-------- Given records --------

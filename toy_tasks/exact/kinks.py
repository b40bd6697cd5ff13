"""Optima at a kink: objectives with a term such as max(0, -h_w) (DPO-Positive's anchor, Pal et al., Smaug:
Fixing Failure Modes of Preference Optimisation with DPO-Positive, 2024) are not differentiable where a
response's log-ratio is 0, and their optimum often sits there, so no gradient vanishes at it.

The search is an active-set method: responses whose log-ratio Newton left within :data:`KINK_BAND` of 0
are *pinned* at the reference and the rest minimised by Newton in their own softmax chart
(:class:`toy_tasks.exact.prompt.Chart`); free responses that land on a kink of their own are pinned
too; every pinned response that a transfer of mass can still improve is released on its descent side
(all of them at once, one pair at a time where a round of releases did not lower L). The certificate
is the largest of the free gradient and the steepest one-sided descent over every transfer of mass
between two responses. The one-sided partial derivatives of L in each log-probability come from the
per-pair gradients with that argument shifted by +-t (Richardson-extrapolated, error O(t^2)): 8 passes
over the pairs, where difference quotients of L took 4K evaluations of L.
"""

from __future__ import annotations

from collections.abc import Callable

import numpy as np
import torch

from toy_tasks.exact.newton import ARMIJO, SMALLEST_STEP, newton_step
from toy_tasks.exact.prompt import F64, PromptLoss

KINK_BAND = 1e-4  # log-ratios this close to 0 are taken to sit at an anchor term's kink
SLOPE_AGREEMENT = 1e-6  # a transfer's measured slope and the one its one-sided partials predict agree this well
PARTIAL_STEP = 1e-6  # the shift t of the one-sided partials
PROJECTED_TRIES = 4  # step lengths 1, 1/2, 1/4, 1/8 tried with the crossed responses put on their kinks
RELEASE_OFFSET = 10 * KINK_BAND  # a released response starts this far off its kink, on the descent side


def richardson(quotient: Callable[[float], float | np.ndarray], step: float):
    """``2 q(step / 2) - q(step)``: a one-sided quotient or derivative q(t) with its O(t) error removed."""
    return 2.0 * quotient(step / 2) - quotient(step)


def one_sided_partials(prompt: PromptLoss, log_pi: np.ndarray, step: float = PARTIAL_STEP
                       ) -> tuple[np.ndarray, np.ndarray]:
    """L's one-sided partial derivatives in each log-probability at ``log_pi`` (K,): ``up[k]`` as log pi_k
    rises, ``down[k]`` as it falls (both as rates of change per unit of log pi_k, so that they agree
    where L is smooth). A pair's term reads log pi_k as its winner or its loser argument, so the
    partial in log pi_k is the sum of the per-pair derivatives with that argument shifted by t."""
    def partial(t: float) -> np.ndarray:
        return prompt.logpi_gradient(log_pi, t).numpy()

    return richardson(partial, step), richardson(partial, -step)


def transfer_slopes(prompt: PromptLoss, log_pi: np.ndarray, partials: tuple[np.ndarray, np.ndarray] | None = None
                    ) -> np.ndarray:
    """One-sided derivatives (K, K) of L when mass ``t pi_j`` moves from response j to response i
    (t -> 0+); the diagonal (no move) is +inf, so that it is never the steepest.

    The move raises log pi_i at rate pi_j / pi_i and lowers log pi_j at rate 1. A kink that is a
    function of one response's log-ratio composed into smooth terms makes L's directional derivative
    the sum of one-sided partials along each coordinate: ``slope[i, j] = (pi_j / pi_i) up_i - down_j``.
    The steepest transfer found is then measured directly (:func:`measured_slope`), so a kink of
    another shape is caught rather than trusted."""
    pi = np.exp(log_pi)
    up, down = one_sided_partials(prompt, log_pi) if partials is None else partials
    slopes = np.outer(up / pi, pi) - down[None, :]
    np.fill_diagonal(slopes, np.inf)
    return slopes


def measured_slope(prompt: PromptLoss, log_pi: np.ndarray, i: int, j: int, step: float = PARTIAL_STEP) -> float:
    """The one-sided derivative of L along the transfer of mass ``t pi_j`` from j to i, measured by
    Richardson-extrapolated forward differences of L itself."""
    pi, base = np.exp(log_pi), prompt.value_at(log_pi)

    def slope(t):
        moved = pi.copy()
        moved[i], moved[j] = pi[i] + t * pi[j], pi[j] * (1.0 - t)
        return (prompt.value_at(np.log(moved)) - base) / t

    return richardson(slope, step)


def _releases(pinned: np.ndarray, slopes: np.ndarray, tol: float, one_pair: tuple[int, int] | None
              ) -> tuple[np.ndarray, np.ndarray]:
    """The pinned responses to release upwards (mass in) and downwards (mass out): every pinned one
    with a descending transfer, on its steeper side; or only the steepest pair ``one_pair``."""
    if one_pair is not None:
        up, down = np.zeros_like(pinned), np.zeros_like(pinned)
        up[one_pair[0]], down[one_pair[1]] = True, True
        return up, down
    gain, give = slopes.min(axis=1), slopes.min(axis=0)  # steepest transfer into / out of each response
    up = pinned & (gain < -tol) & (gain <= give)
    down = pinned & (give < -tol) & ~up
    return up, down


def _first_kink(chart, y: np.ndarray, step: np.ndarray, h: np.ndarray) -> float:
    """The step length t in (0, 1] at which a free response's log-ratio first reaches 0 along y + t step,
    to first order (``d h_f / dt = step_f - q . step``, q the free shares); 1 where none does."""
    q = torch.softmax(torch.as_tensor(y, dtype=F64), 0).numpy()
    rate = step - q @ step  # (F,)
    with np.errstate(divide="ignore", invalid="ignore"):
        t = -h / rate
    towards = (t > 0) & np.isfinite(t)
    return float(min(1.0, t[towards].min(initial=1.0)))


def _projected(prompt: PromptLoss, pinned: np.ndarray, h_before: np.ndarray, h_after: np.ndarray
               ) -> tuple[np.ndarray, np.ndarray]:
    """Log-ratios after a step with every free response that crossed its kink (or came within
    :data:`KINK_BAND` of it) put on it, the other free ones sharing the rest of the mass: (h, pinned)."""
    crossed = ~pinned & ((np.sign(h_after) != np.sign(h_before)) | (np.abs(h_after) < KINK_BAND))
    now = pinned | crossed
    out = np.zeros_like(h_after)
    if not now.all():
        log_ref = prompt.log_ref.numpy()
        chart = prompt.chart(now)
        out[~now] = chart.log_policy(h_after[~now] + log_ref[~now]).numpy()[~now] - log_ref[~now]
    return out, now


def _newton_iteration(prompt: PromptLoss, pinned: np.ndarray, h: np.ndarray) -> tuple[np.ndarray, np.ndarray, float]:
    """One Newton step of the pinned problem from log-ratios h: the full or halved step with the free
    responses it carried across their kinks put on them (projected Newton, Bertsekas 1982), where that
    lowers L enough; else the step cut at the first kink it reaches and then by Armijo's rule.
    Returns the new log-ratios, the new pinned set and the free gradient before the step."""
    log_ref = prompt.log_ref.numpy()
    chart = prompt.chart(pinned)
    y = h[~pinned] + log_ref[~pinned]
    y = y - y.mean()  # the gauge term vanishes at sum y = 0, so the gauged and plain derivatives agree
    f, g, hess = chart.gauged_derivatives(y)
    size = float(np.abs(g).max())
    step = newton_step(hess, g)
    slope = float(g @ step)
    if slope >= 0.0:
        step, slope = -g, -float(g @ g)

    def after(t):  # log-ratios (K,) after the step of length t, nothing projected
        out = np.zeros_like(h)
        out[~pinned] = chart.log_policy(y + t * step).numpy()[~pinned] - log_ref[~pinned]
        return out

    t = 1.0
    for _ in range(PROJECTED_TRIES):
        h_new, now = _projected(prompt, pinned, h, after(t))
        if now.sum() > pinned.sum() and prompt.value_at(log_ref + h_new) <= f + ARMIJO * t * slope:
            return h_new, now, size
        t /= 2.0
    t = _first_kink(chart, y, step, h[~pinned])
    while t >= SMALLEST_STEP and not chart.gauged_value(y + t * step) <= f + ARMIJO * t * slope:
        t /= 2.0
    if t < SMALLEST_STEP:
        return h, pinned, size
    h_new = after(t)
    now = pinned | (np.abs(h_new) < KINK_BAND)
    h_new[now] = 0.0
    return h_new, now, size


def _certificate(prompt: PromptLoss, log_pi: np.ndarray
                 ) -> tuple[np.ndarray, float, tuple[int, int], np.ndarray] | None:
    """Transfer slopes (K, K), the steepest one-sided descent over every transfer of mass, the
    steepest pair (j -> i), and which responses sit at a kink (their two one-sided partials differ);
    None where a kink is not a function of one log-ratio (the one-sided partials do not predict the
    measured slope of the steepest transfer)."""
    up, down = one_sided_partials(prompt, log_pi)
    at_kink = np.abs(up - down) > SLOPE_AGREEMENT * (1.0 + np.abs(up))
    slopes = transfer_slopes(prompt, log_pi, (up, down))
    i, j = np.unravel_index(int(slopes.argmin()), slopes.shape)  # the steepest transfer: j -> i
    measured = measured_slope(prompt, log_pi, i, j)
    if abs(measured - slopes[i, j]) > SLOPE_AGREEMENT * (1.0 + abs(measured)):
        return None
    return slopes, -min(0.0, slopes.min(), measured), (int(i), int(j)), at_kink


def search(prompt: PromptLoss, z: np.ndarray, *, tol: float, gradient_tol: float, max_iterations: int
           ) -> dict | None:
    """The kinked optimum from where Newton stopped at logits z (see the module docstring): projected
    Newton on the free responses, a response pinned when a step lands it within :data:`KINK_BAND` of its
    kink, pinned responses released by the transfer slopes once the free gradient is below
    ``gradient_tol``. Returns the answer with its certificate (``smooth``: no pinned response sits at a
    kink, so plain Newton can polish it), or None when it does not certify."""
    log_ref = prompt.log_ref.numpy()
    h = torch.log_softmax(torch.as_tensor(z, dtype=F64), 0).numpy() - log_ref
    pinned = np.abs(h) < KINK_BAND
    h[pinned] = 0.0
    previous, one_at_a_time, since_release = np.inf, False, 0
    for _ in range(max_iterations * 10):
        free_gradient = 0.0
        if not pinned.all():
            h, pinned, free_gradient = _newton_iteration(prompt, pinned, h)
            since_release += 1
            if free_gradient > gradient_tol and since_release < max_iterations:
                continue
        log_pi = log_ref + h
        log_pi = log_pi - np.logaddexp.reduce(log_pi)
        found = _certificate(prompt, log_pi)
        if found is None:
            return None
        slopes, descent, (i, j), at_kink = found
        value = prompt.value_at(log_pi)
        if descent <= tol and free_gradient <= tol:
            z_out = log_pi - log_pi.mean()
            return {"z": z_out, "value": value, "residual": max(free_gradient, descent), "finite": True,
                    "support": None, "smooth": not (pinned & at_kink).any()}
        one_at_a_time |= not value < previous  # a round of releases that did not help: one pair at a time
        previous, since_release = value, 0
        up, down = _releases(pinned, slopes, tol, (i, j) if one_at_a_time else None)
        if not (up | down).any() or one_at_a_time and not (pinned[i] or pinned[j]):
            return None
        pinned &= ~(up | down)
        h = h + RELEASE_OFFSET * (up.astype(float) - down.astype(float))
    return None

--------

## Your assignment
Would you please repeat exactly the lines above, starting at the line with "from toy_tasks.exact.prompt import" and stopping at the line with "def richardson(quotient: Callable[[float], float", both included?

## Exercise response
from toy_tasks.exact.prompt import F64, PromptLoss

KINK_BAND = 1e-4  # log-ratios this close to 0 are taken to sit at an anchor term's kink
SLOPE_AGREEMENT = 1e-6  # a transfer's measured slope and the one its one-sided partials predict agree this well
PARTIAL_STEP = 1e-6  # the shift t of the one-sided partials
PROJECTED_TRIES = 4  # step lengths 1, 1/2, 1/4, 1/8 tried with the crossed responses put on their kinks
RELEASE_OFFSET = 10 * KINK_BAND  # a released response starts this far off its kink, on the descent side


def richardson(quotient: Callable[[float], float | np.ndarray], step: float):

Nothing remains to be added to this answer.